The first iteration was quite good. There are several elements that you can work on. The first one is an extension with expressions consisting of several words (here New Balance, Big Star). Another problem is the varieties (here adidasy).

The use of recursion is also considered. I check what happens to the data filtered after the word puma.

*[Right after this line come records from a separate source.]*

/// What the report's JSON has at the places that the columns stand for.
fn expected(recording: &Recording, place: Option<(usize, usize)>) -> Row {
    let json = serde_json::to_value(recording).unwrap();
    let plain = |value: &Value| match value {
        Value::Null => String::new(),
        Value::String(text) => text.clone(),
        other => other.to_string(),
    };
    let mut row = Row::new();
    let mut put = |name: &str, value: &Value| {
        row.insert(name.to_owned(), plain(value));
    };
    for key in ["path", "status", "error"] {
        put(key, &json[key]);
    }
    for (object, prefix, prefixed, keys) in [
        ("input", "input_", "sha256 bytes encoding", "rate_hz channels frames seconds full_scale_runs time_expansion"),
        ("output", "output_", "path sha256 bytes encoding peak_dbfs", "clipped_samples gain_db"),
        (
            "pair",
            "after_",
            "path sha256 bytes encoding frames full_scale_runs",
            "delay_frames delay_source max_delay_s clock_ppm clock_error_ppm delay_scatter_s inverted overlap_frames \
             noise_sha256 design_deviation_db design_deviation_error_db design_deviation_at_hz",
        ),
        ("spectrum", "", "", "window segment_frames segments bin_hz skipped_s"),
    ] {
        prefixed.split_whitespace().for_each(|key| put(&format!("{prefix}{key}"), &json[object][key]));
        keys.split_whitespace().for_each(|key| put(key, &json[object][key]));
        // Nothing of the report gets lost on the way but the gains that have rows of their own.
        if let Some(map) = json[object].as_object() {
            let told = prefixed.split_whitespace().chain(keys.split_whitespace()).collect::<Vec<_>>();
            let lost: Vec<_> = map.keys().filter(|key| !told.contains(&key.as_str())).collect();
            assert!(lost.iter().all(|key| *key == "reference_gain_db"), "{object}: {lost:?}");
        }
    }
    let notes: Vec<_> = recording.notes.iter().map(String::as_str).collect();
    put("notes", &Value::from(notes.join("; ")));
    let channel = place.map_or(Value::Null, |(channel, _)| json["channels"][channel].clone());
    let band = place.map_or(Value::Null, |(_, band)| channel["bands"][band].clone());
    put("channel", &channel["channel"]);
    let gain = place.map_or(&Value::Null, |(channel, _)| &json["pair"]["reference_gain_db"][channel]);
    put("reference_gain_db", gain);
    put("band", &band["name"]);
    for limit in ["reduce_db", "keep_db", "residual_dbfs"] {
        put(limit, &band["require"][limit]);
    }
    let keys = "from_hz to_hz before_dbfs before_floor_dbfs after_dbfs after_floor_dbfs measured_attenuation_db \
                demonstrable_attenuation_db line_hz line_before_dbfs line_after_dbfs gain_min_db gain_max_db \
                gain_error_db resolved resolution_hz verdict reason_code reason";
    keys.split_whitespace().for_each(|key| put(key, &band[key]));
    if let Some(map) = band.as_object() {
        assert_eq!(map.len(), keys.split_whitespace().count() + 2, "name and require stand above");
    }
    row
}
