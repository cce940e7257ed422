#!/usr/bin/env python3
"""Times the program against scipy_job.py on the same folder, in turn.

usage: compare_scipy_job.py [--files N] [--seconds S] [--rounds R] [--tool PATH]

N recordings of S seconds (default 16 of 60). For 1 and 2 jobs, R alternating rounds
(default 5); the ratio is that of the best times, as other work on the machine can
only make a round slower. The program's time is the whole process; SciPy's leaves out
the start of the interpreter and its imports.
Build first: cargo build --release
"""
import os
import subprocess
import sys
import tempfile
from pathlib import Path

import timing

JOBS = (1, 2)


def run_scipy(source, target, jobs):
    # One thread a process, or numerical libraries would take cores beyond `jobs`.
    environment = {k: v for k, v in os.environ.items() if k not in ("OPENBLAS_CORETYPE", "OPENBLAS_L2_SIZE")}
    environment |= {"OMP_NUM_THREADS": "1", "OPENBLAS_NUM_THREADS": "1"}
    command = [sys.executable, timing.HERE / "scipy_job.py", source, target, str(jobs)]
    run = subprocess.run(command, check=True, stdout=subprocess.PIPE, text=True, env=environment)
    return float(run.stdout)


def main():
    options = timing.options(__doc__, files=16, seconds=60, rounds=5)
    with tempfile.TemporaryDirectory() as folder:
        folder = Path(folder)
        timing.make_recordings(folder / "in", options.files, options.seconds)
        samples = options.files * options.seconds * 48000
        print(f"{options.files} recordings of {options.seconds:g} s, best of {options.rounds} alternating rounds")
        print("jobs   SciPy s  program s  ratio  program ns a sample")
        for jobs in JOBS:
            theirs, ours = [], []
            for _ in range(options.rounds):
                (folder / "scipy").mkdir(exist_ok=True)
                theirs.append(run_scipy(folder / "in", folder / "scipy", jobs))
                ours.append(timing.run_tool(folder / "in", folder / "out", jobs, options.tool)[0])
            a, b = min(theirs), min(ours)
            print(f"{jobs:4} {a:9.2f} {b:10.2f} {a / b:6.2f} {b * 1e9 / samples:8.1f}", flush=True)


if __name__ == "__main__":
    main()
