//! The exponential sweep.

use super::Fade;
use core::f64::consts::TAU;

/// A sine whose frequency rises by the same factor in every second:
///
/// ```text
/// x(t) = P sin(2 pi f1 T / ln R (R^(t/T) - 1)),   R = f2/f1
/// f(t) = f1 R^(t/T)
/// ```
///
/// for t from 0 to T (A. Farina, "Simultaneous measurement of impulse response and
/// distortion with a swept-sine technique", 108th AES Convention, 2000; formula from
/// memory). It spends the same time in every octave, so its power density falls as 1/f,
/// like that of pink noise.
#[derive(Clone, Copy, Debug, PartialEq)]
pub struct Sweep {
    /// Frequency it starts at, Hz.
    pub from_hz: f64,
    /// Frequency it ends at, Hz.
    pub to_hz: f64,
    /// Length, frames.
    pub frames: u64,
    /// Sample rate, Hz.
    pub rate_hz: u32,
    /// Peak, full scale 1.
    pub peak: f64,
}

impl Sweep {
    /// Length, seconds.
    pub fn seconds(&self) -> f64 {
        self.frames as f64 / f64::from(self.rate_hz)
    }

    /// ln R.
    fn log_ratio(&self) -> f64 {
        libm::log(self.to_hz / self.from_hz)
    }

    /// Seconds in which it rises by an octave.
    pub fn octave_s(&self) -> f64 {
        self.seconds() * core::f64::consts::LN_2 / self.log_ratio()
    }

    /// Frequency at a time after its start, Hz.
    pub fn frequency_hz(&self, seconds: f64) -> f64 {
        self.from_hz * libm::exp(self.log_ratio() * seconds / self.seconds())
    }

    /// The sample at `frame` after its start, before any fade, full scale 1.
    pub(super) fn sample(&self, frame: u64) -> f64 {
        let log_ratio = self.log_ratio();
        let part = frame as f64 / self.frames as f64;
        let turns = self.from_hz * self.seconds() / log_ratio * libm::expm1(log_ratio * part);
        // Whole turns away: millions of them would cost the sine its last digits.
        self.peak * libm::sin(TAU * (turns - libm::floor(turns)))
    }

    /// Its energy between two frequencies, (full scale)^2 times seconds: half the square of
    /// the peak for as long as it stays between them. Fades, which touch only its ends, are
    /// not taken off.
    pub fn energy(&self, from_hz: f64, to_hz: f64) -> f64 {
        let (low, high) = (from_hz.max(self.from_hz), to_hz.min(self.to_hz));
        if low >= high {
            return 0.0;
        }
        0.5 * self.peak * self.peak * self.seconds() * libm::log(high / low) / self.log_ratio()
    }

    /// Mean square over its length with `fade` at both ends, (full scale)^2.
    pub fn mean_square(&self, fade: Fade) -> f64 {
        0.5 * self.peak * self.peak * fade.share(self.frames)
    }
}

df = pd.read_csv("allegro-sports-shoes.csv", sep=';')
data = list(df.iloc[:, 0])
data = clean_data(data, filter='puma')
freq_table = prepare_freq_table(data)
perp_table = prepare_perp_table(freq_table)
perp_set_2 = find_perp_set(perp_table, input_data_len=len(data))
## +classic: 8.7% size of set
## +drift: 34.24% size of set
## +ignite: 41.85% size of set
## +smash: 48.37% size of set
## +runner: 52.36% size of set
## +rebound: 55.98% size of set
## +nrgy: 59.42% size of set
## +mid: 62.14% size of set
## +evospeed: 64.67% size of set
## +enzo: 66.49% size of set
## +turin: 68.3% size of set
## +court: 69.93% size of set
## +mesh: 71.56% size of set
## +knit: 73.19% size of set
## +jago: 74.64% size of set
## +miejskie: 76.09% size of set
## +whirlwind: 77.54% size of set
## +trainer: 78.99% size of set
## +tekstylne: 80.43% size of set
## +tsugi: 81.7% size of set
## +lite: 82.79% size of set
## +halowe: 83.88% size of set
## +desierto: 84.96% size of set
## +wyprzedaż: 86.05% size of set
## +evo: 87.14% size of set
## early stoping - no more words

The results are also very cool. The only thing you can find fault with is such words as ‘wyprzedaż’, but it remains in the matter of better cleaning of input data.

In summary, it seems to me that the algorithm has a particular potential, but it also requires a lot of work. Perhaps in this version, it may be a neat tool supporting the analyst’s work.